Your credit score is a very important part of your financial security, yet most people do not even bother to check their credit rating until they need to make a big purchase, such as a house or car. Imagine the horror of being turned down for finance because you are informed that your credit rating is low.
In order for you to have complete control over your credit rating and financial peace of mind, you must check your credit score on a regular basis.
Here are 10 reasons why you should check your credit rating
1. See Your Accounts
When you check your credit rating you will see all of the accounts on your name, these can be cell phone contracts, vehicle finance, home mortgages and credit cards. By checking your credit status you can see at a glance the state of your finances instead of having to pore over bills and statements of account.
2. Know your risk class
Knowing your risk class (good, average or bad) assists you in applying for the right credit for your financial status. If you are aware of your credit status and your risk class, it makes applying for a loan, credit card or mortgage which fits your credit rating profile. Thus avoiding disappointment.

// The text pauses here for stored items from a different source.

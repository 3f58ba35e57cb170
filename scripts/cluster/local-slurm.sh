#!/bin/bash
# SPDX-License-Identifier: BSD-2-Clause
# A private Slurm of one node, for tests: no root-owned configuration, no accounting, everything in one folder. Usage:
#   eval "$(local-slurm.sh start FOLDER)"    starts munged, slurmctld and slurmd, prints the SLURM_CONF to export
#   local-slurm.sh stop FOLDER               stops exactly those three, by their process numbers
# FOLDER must have a short path (a socket lies in it) and belong to the user. Exit 77: Slurm is not installed.
set -u
action=${1:?start or stop}
mkdir -p "${2:?folder}"
folder=$(cd "$2" && pwd)
export SLURM_CONF=$folder/slurm.conf

daemons() { # pid files of those that run
  local name
  for name in slurmd slurmctld munged; do
    [ -f "$folder/$name.pid" ] && kill -0 "$(cat "$folder/$name.pid")" 2>/dev/null && echo "$folder/$name.pid"
  done
}

start() { # nproc --all: plain nproc obeys OMP_NUM_THREADS
  local host port tool state=
  PATH=$PATH:/usr/sbin:/sbin
  for tool in munged slurmctld slurmd sbatch srun; do
    command -v "$tool" >/dev/null || { echo "local-slurm.sh: no $tool; on Debian: apt-get install slurm-wlm munge" >&2; exit 77; }
  done
  mkdir -p "$folder/state" "$folder/spool" "$folder/log"
  chmod 755 "$folder"
  host=$(hostname -s)
  port=$((20000 + $$ % 20000))
  (umask 077; dd if=/dev/urandom of="$folder/munge.key" bs=128 count=1 status=none)
  munged --key-file="$folder/munge.key" --socket="$folder/munge.sock" --pid-file="$folder/munged.pid" \
    --log-file="$folder/log/munged.log" --seed-file="$folder/munge.seed" || { echo "local-slurm.sh: munged failed" >&2; exit 1; }
  echo "CgroupAutomount=no" >"$folder/cgroup.conf"
  cat >"$SLURM_CONF" <<EOF
ClusterName=ebbturn
SlurmctldHost=$host(127.0.0.1)
SlurmUser=$(id -un)
SlurmdUser=$(id -un)
AuthType=auth/munge
AuthInfo=socket=$folder/munge.sock,cred_expire=3
CredType=cred/munge
SlurmctldPort=$port
SlurmdPort=$((port + 1))
SlurmctldPidFile=$folder/slurmctld.pid
SlurmdPidFile=$folder/slurmd.pid
StateSaveLocation=$folder/state
SlurmdSpoolDir=$folder/spool
SlurmctldLogFile=$folder/log/slurmctld.log
SlurmdLogFile=$folder/log/slurmd.log
ProctrackType=proctrack/linuxproc
TaskPlugin=task/none
MpiDefault=pmix
SelectType=select/cons_tres
SelectTypeParameters=CR_Core
JobAcctGatherType=jobacct_gather/none
AccountingStorageType=accounting_storage/none
SwitchType=switch/none
ReturnToService=2
JobRequeue=1
KillWait=10
MinJobAge=600
InactiveLimit=0
SchedulerType=sched/backfill
SchedulerParameters=sched_interval=1,bf_interval=1,sched_min_interval=100000,batch_sched_delay=0
NodeName=$host NodeAddr=127.0.0.1 CPUs=$(nproc --all) RealMemory=$(awk '/MemTotal/ {print int($2 / 1024 * 0.9)}' /proc/meminfo)
PartitionName=main Nodes=$host Default=YES MaxTime=INFINITE State=UP
EOF
  slurmctld -c -f "$SLURM_CONF" || { echo "local-slurm.sh: slurmctld failed" >&2; exit 1; }
  slurmd -c -f "$SLURM_CONF" || { echo "local-slurm.sh: slurmd failed" >&2; exit 1; }
  for _ in $(seq 100); do
    state=$(sinfo -h -o %T 2>/dev/null)
    [ "$state" = idle ] && break
    sleep 0.1
  done
  if [ "$state" != idle ]; then
    echo "local-slurm.sh: the node is '$state'" >&2
    tail -n 5 "$folder"/log/*.log >&2
    exit 1
  fi
  echo "export SLURM_CONF=$SLURM_CONF"
}

stop() {
  local file
  if daemons | grep -q slurmctld; then # without it scancel would wait for minutes
    scancel --quiet --user="$(id -un)" 2>/dev/null
    for _ in $(seq 50); do
      [ -z "$(squeue -h 2>/dev/null)" ] && break
      sleep 0.1
    done
  fi
  for file in $(daemons); do kill "$(cat "$file")" 2>/dev/null; done
  for _ in $(seq 50); do
    [ -z "$(daemons)" ] && break
    sleep 0.1
  done
}

case $action in
start) start ;;
stop) stop ;;
*) echo "usage: local-slurm.sh start|stop FOLDER" >&2; exit 2 ;;
esac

3. See where you can improve
If you haven’t got a perfect credit history due to circumstances, becoming familiar with the details on your credit ratings report will make you aware of the problem areas that are making it difficult to manage your credit effectively.
4. See your creditors
The credit rating report lists all of your creditors including their contact details. This Is very convenient in case you need to make contact with them in case your circumstances change and they need to update their records.
5. Historical addresses
The credit report also lists all the addresses you have lived at over a period of years making it easy for you when filling out forms, such as opening a new account or applying for a job.
6. Your previous credit inquiries
Your report lists all the applications for credit you have made in the last year or so, this can be helpful by making sure you do not approach and apply to the same lender within to short a period.
7. Find mistakes
Checking your credit ratings report gives you the opportunity to spot any mistakes which have been incorrectly captured. If you feel there are some errors posted by the lender, you can make contact with them in order to correct the errors, or in the case of dispute, escalate the issue,
8. Who has been looking into your profile
By checking your credit rating report you can see if any lenders haven’t inadvertently posted a request for information as an actual application for credit. Information requests from lenders should not show up on your credit report. If these do show up on your credit report it can have an impact on your credit rating as lenders do not like to see any large amounts of applications within a short period of time. You can then contact the source and ask them to amend the details correctly.
9. Track your improvement
By checking your credit report every month, you can track your improvement. This will give you an idea if what you are doing is helping you increase your score or making your score to decline.
10. Protect you against identity fraud
One of the most important aspects of checking your credit rating on a regular basis is that it helps you protect yourself against any identity theft or fraud. With regular checks, you will be able to pick up on any suspicious credit applications or open accounts in your name of which you are unaware, and affords you the opportunity to contact the lender or relevant authorities with the details.
You are entitled to a free credit report from each of the credit bureaus annually. It is in your best interests to take advantage of this.